Start of MATERIAL FOR THIS EXERCISE

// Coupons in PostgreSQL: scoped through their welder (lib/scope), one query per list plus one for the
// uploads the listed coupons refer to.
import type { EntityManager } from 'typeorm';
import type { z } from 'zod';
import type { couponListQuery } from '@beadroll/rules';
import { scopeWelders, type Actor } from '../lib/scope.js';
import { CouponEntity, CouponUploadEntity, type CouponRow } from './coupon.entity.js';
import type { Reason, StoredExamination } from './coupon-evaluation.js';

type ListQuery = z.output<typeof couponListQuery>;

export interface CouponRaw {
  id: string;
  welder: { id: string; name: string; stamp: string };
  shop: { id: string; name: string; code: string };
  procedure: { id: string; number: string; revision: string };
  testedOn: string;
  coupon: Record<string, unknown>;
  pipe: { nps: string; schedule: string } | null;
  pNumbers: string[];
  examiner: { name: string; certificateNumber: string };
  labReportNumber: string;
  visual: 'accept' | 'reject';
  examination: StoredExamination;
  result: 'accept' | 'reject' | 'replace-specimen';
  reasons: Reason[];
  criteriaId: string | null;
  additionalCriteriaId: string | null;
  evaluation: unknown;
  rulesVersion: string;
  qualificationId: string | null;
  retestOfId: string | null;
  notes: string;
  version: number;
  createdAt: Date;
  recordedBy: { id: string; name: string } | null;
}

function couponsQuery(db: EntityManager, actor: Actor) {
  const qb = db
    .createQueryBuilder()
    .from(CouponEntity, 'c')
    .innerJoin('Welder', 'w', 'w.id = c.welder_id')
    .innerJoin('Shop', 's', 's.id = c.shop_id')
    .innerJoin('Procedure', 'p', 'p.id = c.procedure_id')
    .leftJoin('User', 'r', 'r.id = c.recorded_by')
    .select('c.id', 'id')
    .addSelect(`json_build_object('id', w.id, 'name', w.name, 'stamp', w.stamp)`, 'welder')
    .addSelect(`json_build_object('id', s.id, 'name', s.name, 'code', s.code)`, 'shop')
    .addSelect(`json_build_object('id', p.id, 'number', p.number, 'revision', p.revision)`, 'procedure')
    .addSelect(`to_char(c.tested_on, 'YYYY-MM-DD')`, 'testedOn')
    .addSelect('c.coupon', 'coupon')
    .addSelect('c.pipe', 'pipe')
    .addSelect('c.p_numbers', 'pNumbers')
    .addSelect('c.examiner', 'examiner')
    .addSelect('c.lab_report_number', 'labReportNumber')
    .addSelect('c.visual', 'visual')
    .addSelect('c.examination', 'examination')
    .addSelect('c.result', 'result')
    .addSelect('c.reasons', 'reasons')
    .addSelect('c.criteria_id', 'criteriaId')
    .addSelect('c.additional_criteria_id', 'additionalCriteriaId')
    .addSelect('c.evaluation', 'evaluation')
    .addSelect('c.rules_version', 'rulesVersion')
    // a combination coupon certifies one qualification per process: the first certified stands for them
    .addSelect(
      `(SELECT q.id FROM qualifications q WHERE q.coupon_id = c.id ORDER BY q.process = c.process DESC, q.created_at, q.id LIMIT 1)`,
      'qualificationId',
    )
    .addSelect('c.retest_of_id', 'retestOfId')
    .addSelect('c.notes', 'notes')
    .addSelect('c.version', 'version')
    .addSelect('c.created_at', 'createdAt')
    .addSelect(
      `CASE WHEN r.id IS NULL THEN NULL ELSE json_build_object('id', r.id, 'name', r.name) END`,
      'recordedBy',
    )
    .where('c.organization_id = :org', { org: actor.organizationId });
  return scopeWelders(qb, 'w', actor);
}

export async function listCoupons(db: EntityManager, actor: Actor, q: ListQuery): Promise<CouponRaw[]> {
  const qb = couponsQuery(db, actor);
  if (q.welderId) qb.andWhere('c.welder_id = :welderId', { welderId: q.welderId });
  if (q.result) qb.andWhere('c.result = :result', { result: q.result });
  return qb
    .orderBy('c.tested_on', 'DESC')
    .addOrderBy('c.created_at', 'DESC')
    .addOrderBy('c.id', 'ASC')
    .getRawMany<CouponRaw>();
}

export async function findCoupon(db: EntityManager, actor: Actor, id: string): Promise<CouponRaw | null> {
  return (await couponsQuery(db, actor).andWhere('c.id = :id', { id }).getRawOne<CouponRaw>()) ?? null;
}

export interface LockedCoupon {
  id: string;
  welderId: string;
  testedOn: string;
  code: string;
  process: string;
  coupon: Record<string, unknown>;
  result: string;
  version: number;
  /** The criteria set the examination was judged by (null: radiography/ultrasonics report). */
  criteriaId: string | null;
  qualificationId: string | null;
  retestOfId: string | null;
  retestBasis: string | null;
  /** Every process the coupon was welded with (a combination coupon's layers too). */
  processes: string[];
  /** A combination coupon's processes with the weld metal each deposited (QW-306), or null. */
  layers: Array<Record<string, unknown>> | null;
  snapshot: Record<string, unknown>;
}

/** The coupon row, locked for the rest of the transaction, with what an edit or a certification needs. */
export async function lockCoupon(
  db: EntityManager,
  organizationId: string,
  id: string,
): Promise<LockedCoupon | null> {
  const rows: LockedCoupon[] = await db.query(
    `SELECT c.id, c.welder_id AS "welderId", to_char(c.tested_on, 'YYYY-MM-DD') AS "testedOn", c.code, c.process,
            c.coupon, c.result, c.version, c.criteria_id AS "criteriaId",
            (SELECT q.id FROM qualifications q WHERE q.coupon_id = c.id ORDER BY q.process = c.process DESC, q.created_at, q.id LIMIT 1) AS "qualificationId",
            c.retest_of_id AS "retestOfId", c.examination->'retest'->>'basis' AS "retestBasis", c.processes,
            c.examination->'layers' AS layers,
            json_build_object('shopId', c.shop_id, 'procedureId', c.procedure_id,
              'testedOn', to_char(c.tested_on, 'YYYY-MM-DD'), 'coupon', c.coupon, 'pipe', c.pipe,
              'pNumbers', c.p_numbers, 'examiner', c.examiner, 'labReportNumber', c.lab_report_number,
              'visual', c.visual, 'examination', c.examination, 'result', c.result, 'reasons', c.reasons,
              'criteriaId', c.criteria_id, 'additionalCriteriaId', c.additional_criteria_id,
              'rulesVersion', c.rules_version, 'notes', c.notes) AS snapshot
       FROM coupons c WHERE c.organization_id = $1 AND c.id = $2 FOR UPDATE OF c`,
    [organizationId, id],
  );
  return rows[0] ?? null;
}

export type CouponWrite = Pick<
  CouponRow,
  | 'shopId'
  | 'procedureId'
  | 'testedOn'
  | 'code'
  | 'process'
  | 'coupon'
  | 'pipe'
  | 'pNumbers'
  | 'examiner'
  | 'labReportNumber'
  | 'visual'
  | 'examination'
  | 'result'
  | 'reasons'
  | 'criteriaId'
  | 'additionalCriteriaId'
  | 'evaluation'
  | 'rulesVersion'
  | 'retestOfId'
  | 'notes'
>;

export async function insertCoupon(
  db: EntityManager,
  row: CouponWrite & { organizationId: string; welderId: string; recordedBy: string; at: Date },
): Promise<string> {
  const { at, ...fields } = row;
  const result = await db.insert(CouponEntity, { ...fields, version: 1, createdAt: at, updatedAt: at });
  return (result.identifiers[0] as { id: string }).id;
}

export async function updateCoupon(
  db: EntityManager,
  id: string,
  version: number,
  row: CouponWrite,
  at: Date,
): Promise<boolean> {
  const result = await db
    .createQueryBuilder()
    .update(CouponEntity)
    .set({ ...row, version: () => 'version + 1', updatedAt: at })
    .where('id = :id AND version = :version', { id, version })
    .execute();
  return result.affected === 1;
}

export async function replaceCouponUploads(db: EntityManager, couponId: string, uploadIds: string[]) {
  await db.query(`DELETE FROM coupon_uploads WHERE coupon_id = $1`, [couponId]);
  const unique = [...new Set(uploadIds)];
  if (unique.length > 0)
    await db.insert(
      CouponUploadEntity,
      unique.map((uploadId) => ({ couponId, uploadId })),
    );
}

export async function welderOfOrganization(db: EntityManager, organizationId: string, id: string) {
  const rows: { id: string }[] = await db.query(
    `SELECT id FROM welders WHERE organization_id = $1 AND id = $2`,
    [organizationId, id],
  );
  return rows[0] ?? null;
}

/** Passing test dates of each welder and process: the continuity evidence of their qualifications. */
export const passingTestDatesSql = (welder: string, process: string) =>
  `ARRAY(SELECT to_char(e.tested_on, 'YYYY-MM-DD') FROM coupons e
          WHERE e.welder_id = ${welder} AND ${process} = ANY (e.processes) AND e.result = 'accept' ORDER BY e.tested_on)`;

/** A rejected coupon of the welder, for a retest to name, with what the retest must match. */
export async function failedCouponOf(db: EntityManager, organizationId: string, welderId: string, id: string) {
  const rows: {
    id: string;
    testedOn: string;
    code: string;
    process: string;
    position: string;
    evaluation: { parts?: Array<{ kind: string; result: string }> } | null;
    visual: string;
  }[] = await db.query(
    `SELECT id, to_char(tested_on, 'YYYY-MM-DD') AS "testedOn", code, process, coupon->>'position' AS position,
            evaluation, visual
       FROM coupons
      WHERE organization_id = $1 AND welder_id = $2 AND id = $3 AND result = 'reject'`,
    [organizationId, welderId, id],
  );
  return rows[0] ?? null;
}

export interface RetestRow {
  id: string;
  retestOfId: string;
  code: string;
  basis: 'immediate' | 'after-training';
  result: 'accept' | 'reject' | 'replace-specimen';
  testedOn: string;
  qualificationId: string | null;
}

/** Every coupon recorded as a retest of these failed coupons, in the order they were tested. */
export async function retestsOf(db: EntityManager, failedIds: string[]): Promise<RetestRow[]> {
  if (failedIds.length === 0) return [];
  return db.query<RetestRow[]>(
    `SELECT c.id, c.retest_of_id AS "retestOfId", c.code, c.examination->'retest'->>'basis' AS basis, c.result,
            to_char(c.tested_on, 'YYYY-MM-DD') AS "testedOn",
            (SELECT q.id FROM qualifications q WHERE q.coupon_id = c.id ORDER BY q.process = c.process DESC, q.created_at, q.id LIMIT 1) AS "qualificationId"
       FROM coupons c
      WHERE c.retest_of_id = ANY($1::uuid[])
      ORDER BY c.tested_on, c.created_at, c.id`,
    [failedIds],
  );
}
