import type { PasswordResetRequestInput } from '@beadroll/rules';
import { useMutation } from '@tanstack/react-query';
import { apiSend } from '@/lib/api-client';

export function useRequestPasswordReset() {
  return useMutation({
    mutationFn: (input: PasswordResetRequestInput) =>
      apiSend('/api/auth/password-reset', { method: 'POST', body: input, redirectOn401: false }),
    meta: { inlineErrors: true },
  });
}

End of MATERIAL FOR THIS EXERCISE
Start of MATERIAL FOR THIS EXERCISE

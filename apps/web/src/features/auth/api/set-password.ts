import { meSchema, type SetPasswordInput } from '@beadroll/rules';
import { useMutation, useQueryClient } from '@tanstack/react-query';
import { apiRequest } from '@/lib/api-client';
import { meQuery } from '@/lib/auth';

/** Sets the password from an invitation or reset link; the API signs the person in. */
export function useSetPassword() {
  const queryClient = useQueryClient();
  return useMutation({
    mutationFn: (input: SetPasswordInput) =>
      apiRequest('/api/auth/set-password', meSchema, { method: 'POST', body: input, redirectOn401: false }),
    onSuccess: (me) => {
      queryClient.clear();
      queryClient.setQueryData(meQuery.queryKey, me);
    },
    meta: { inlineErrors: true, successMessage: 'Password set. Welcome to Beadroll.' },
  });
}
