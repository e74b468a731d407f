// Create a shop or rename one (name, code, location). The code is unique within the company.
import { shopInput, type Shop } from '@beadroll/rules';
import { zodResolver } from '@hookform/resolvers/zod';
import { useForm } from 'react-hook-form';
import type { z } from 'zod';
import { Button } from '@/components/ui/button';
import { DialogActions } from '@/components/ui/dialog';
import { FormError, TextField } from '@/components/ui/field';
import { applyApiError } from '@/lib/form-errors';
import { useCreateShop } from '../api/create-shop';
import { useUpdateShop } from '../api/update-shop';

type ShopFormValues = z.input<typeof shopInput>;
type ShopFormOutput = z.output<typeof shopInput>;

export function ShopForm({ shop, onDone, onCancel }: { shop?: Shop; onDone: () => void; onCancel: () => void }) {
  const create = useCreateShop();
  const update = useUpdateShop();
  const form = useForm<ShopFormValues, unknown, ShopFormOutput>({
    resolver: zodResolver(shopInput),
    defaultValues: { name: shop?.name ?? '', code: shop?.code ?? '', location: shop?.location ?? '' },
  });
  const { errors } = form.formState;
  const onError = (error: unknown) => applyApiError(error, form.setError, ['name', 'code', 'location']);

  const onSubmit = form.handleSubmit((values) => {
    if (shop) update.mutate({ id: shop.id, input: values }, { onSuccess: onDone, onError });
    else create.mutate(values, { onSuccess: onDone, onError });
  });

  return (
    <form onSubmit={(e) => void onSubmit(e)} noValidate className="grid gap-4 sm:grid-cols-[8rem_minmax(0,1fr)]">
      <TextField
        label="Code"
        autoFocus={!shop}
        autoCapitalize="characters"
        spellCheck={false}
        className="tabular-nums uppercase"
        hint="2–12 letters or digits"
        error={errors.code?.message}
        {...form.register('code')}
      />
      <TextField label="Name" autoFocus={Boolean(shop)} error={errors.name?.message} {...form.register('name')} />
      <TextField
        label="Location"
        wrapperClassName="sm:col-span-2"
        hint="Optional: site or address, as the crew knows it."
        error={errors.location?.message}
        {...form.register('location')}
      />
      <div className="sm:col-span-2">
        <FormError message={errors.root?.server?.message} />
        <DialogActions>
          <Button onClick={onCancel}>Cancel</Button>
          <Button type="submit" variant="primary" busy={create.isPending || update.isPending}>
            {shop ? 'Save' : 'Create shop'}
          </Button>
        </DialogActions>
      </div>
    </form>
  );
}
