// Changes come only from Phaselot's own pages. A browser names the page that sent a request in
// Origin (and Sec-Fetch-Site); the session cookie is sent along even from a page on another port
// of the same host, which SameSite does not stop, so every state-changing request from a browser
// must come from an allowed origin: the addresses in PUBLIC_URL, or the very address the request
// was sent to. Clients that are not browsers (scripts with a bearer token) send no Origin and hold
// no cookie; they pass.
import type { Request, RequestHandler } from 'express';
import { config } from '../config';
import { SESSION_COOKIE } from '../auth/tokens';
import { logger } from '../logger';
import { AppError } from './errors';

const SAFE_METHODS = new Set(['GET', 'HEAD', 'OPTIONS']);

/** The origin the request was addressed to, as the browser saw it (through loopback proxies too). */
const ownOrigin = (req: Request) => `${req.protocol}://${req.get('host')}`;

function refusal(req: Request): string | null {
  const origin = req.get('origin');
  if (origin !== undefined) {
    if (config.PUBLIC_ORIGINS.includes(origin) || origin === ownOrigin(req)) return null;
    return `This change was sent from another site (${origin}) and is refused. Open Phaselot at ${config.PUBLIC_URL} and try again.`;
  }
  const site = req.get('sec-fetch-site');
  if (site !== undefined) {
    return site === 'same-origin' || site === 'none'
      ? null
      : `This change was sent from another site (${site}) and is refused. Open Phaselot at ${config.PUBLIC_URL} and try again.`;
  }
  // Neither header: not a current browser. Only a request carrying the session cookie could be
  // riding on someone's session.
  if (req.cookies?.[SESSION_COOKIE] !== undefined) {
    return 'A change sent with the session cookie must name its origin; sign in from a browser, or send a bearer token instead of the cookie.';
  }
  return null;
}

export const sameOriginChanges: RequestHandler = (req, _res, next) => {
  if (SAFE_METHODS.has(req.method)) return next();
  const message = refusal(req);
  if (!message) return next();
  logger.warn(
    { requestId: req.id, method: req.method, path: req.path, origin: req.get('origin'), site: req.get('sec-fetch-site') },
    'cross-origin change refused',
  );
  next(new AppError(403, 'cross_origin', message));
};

End of MATERIAL FOR THIS EXERCISE
Start of MATERIAL FOR THIS EXERCISE

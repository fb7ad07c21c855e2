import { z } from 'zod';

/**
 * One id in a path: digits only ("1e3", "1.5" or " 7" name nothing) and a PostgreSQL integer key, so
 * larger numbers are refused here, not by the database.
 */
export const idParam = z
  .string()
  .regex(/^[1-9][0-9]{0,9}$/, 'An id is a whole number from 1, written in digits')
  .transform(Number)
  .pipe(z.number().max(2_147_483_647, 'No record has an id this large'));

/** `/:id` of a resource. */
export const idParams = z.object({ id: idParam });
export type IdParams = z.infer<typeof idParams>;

End of MATERIAL FOR THIS EXERCISE

## TASK BRIEF
Take the lines above from the one containing "true, successMessage: 'Password" to the one containing "shopInput, type Shop" and retype them exactly, both ends included, with nothing added.

## SOLVED EXERCISE
    meta: { inlineErrors: true, successMessage: 'Password set. Welcome to Beadroll.' },
  });
}
repository e74b468a731d407f
// Create a shop or rename one (name, code, location). The code is unique within the company.
import { shopInput, type Shop } from '@beadroll/rules';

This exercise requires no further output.